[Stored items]
impl Outputs {
    /// A plan for a run that read `inputs` (none of them may be overwritten).
    pub fn new(inputs: &[&Path]) -> Self {
        Outputs {
            inputs: inputs.iter().map(|p| p.to_path_buf()).collect(),
            files: Vec::new(),
            stdout: None,
        }
    }

    /// Adds a side output such as `--plot` (named by `option` in errors).
    pub fn file(&mut self, option: &'static str, path: &Path, bytes: Vec<u8>) {
        self.files.push(Planned {
            option,
            path: path.to_path_buf(),
            bytes,
        });
    }

    /// Adds the report: to `path` (`-o`), or to standard output when there
    /// is none or it is `-`.
    pub fn report(&mut self, path: Option<&Path>, bytes: Vec<u8>) {
        match path {
            Some(p) if p != Path::new("-") => self.file("-o", p, bytes),
            _ => self.stdout = Some(bytes),
        }
    }

    /// Checks every target, writes every file whole (or none) and then
    /// standard output.
    pub fn write(self) -> Result<()> {
        let inputs: Vec<(PathBuf, Option<(u64, u64)>)> = self
            .inputs
            .iter()
            .map(|p| {
                (
                    fs::canonicalize(p).unwrap_or_else(|_| p.clone()),
                    file_id(p),
                )
            })
            .collect();
        let mut targets = Vec::with_capacity(self.files.len());
        let mut seen: HashMap<PathBuf, &'static str> = HashMap::new();
        for f in &self.files {
            let t = check_target(f.option, &f.path)?;
            if let Some((input, _)) = inputs
                .iter()
                .find(|(c, id)| *c == t.canonical || (id.is_some() && *id == t.id))
            {
                bail!(
                    "{} '{}' is the input file '{}'; writing it would destroy the input: choose another name",
                    f.option,
                    f.path.display(),
                    input.display()
                );
            }
            if let Some(other) = seen.get(&t.canonical) {
                bail!(
                    "{} '{}' is also the file for {other}; one run writes each file once: give each output its own name",
                    f.option,
                    f.path.display()
                );
            }
            seen.insert(t.canonical.clone(), f.option);
            targets.push(t);
        }
        let mut written = Vec::with_capacity(targets.len());
        for (n, (f, t)) in self.files.iter().zip(&targets).enumerate() {
            match write_temporary(t, n, &f.bytes) {
                Ok(tmp) => written.push(tmp),
                Err(e) => {
                    for tmp in &written {
                        let _ = fs::remove_file(tmp);
                        forget_temporary(tmp);
                    }
                    return Err(e).with_context(|| format!("writing '{}'", f.path.display()));
                }
            }
        }
        for ((f, t), tmp) in self.files.iter().zip(&targets).zip(&written) {
            let renamed = fs::rename(tmp, &t.real);
            forget_temporary(tmp);
            if let Err(e) = renamed {
                let _ = fs::remove_file(tmp);
                return Err(e).with_context(|| format!("writing '{}'", f.path.display()));
            }
        }
        if let Some(bytes) = &self.stdout {
            write_stdout(bytes)?;
        }
        Ok(())
    }
}

/// Device and inode of an existing file.
#[cfg(unix)]
fn file_id(path: &Path) -> Option<(u64, u64)> {
    use std::os::unix::fs::MetadataExt;
    fs::metadata(path).ok().map(|m| (m.dev(), m.ino()))
}

#[cfg(not(unix))]
fn file_id(_path: &Path) -> Option<(u64, u64)> {
    None
}

#[cfg(unix)]
fn link_count(meta: &fs::Metadata) -> u64 {
    use std::os::unix::fs::MetadataExt;
    meta.nlink()
}

#[cfg(not(unix))]
fn link_count(_meta: &fs::Metadata) -> u64 {
    1
}

/// What kind of thing sits at a path that is not a regular file, in words.
fn kind_of(meta: &fs::Metadata) -> &'static str {
    #[cfg(unix)]
    {
        use std::os::unix::fs::FileTypeExt;
        let t = meta.file_type();
        if t.is_char_device() || t.is_block_device() {
            return "a device";
        }
        if t.is_fifo() {
            return "a pipe";
        }
        if t.is_socket() {
            return "a socket";
        }
    }
    if meta.is_dir() {
        "a folder"
    } else {
        "not a regular file"
    }
}

/// Checks that `path` may be written by `option` (see the module doc).
fn check_target(option: &'static str, path: &Path) -> Result<Target> {
    let shown = path.display();
    let name = path
        .file_name()
        .ok_or_else(|| anyhow!("{option} '{shown}' names no file"))?;
    let absolute = std::env::current_dir().map_or_else(|_| path.to_path_buf(), |d| d.join(path));
    refuse_system_path(option, path, &absolute)?;
    let real = match fs::symlink_metadata(path) {
        Ok(m) if m.file_type().is_symlink() => fs::canonicalize(path).map_err(|_| {
            anyhow!(
                "{option} '{shown}' is a symbolic link to a file that does not exist; coldpass writes through a link only to an existing file: remove the link or create its file"
            )
        })?,
        Ok(_) => path.to_path_buf(),
        Err(e) if e.kind() == io::ErrorKind::NotFound => {
            let dir = folder_of(path);
            if !dir.is_dir() {
                bail!(
                    "{option} '{shown}': the folder '{}' does not exist",
                    dir.display()
                );
            }
            let canonical = fs::canonicalize(dir)
                .with_context(|| format!("{option} '{shown}'"))?
                .join(name);
            refuse_system_path(option, path, &canonical)?;
            return Ok(Target {
                real: path.to_path_buf(),
                canonical,
                id: None,
                permissions: None,
            });
        }
        Err(e) => return Err(e).with_context(|| format!("{option} '{shown}'")),
    };
    let canonical = fs::canonicalize(&real).unwrap_or_else(|_| real.clone());
    refuse_system_path(option, path, &canonical)?;
    let meta = fs::metadata(&real).with_context(|| format!("{option} '{shown}'"))?;
    if !meta.is_file() {
        bail!(
            "{option} '{shown}' is {}; coldpass writes reports to regular files only (for standard output give `-` or leave {option} out)",
            kind_of(&meta)
        );
    }
    if meta.permissions().readonly() {
        bail!(
            "{option} '{shown}' is read-only; coldpass does not replace it: make it writable or choose another name"
        );
    }
    if link_count(&meta) > 1 {
        bail!(
            "{option} '{shown}' has {} hard links; replacing it would leave the other names holding the old file: remove this name first or choose another",
            link_count(&meta)
        );
    }
    Ok(Target {
        id: file_id(&real),
        real,
        canonical,
        permissions: Some(meta.permissions()),
    })
}

/// Refuses the system's device and process folders whatever they hold.
fn refuse_system_path(option: &str, path: &Path, canonical: &Path) -> Result<()> {
    if canonical.starts_with("/dev") || canonical.starts_with("/proc") {
        bail!(
            "{option} '{}' is a system device or process file; coldpass writes reports to regular files only (for standard output give `-` or leave {option} out)",
            path.display()
        );
    }
    Ok(())
}

fn folder_of(path: &Path) -> &Path {
    match path.parent() {
        Some(p) if !p.as_os_str().is_empty() => p,
        _ => Path::new("."),
    }
}

/// Writes `bytes` to a new temporary file beside the target, flushed and
/// synced, registered for removal on a signal; returns its path.
fn write_temporary(t: &Target, n: usize, bytes: &[u8]) -> Result<PathBuf> {
    let name = t.real.file_name().unwrap_or_default().to_string_lossy();
    let tmp = folder_of(&t.real).join(format!(".{name}.{}.{n}.tmp", std::process::id()));
    let mut file = {
        // Registered and created under the lock: the signal handler either
        // sees it or runs before it exists (and then the process ends).
        let mut list = TEMPORARIES.lock().unwrap_or_else(|p| p.into_inner());
        let file = OpenOptions::new().write(true).create_new(true).open(&tmp)?;
        list.push(tmp.clone());
        file
    };
    let result = (|| -> io::Result<()> {
        if let Some(perm) = &t.permissions {
            file.set_permissions(perm.clone())?;
        }
        file.write_all(bytes)?;
        file.sync_all()
    })();
    drop::<File>(file);
    if let Err(e) = result {
        let _ = fs::remove_file(&tmp);
        forget_temporary(&tmp);
        return Err(e.into());
    }
    Ok(tmp)
}

/// Writes to standard output; a reader that has gone (`| head`, `| true`)
/// is not an error, so the run keeps its own exit status.
fn write_stdout(bytes: &[u8]) -> Result<()> {
    let mut out = io::stdout().lock();
    match out.write_all(bytes).and_then(|()| out.flush()) {
        Err(e) if e.kind() == io::ErrorKind::BrokenPipe => Ok(()),
        other => Ok(other?),
    }
}

/// Whether an error is a broken pipe (`coldpass check x | head`).
pub fn is_broken_pipe(err: &anyhow::Error) -> bool {
    err.chain().any(|e| {
        e.downcast_ref::<io::Error>()
            .is_some_and(|io| io.kind() == io::ErrorKind::BrokenPipe)
    })
}

/// Writes `bytes` to a new file at `path`, refusing (with the path named) when
/// a file is already there: the check and the creation are one step
/// (`create_new`), so nothing is ever overwritten.
pub fn write_new_file(path: &Path, bytes: &[u8]) -> Result<()> {
    let mut f = std::fs::OpenOptions::new()
        .write(true)
        .create_new(true)
        .open(path)
        .with_context(|| format!("creating '{}'", path.display()))?;
    let result = f.write_all(bytes).and_then(|()| f.sync_all());
    if let Err(e) = result {
        let _ = std::fs::remove_file(path);
        return Err(e).with_context(|| format!("writing '{}'", path.display()));
    }
    Ok(())
}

Problem requirements:
Go through the entries above, and wherever a line holds the word "head", copy that line.

Expected answer:
/// Writes to standard output; a reader that has gone (`| head`, `| true`)
/// Whether an error is a broken pipe (`coldpass check x | head`).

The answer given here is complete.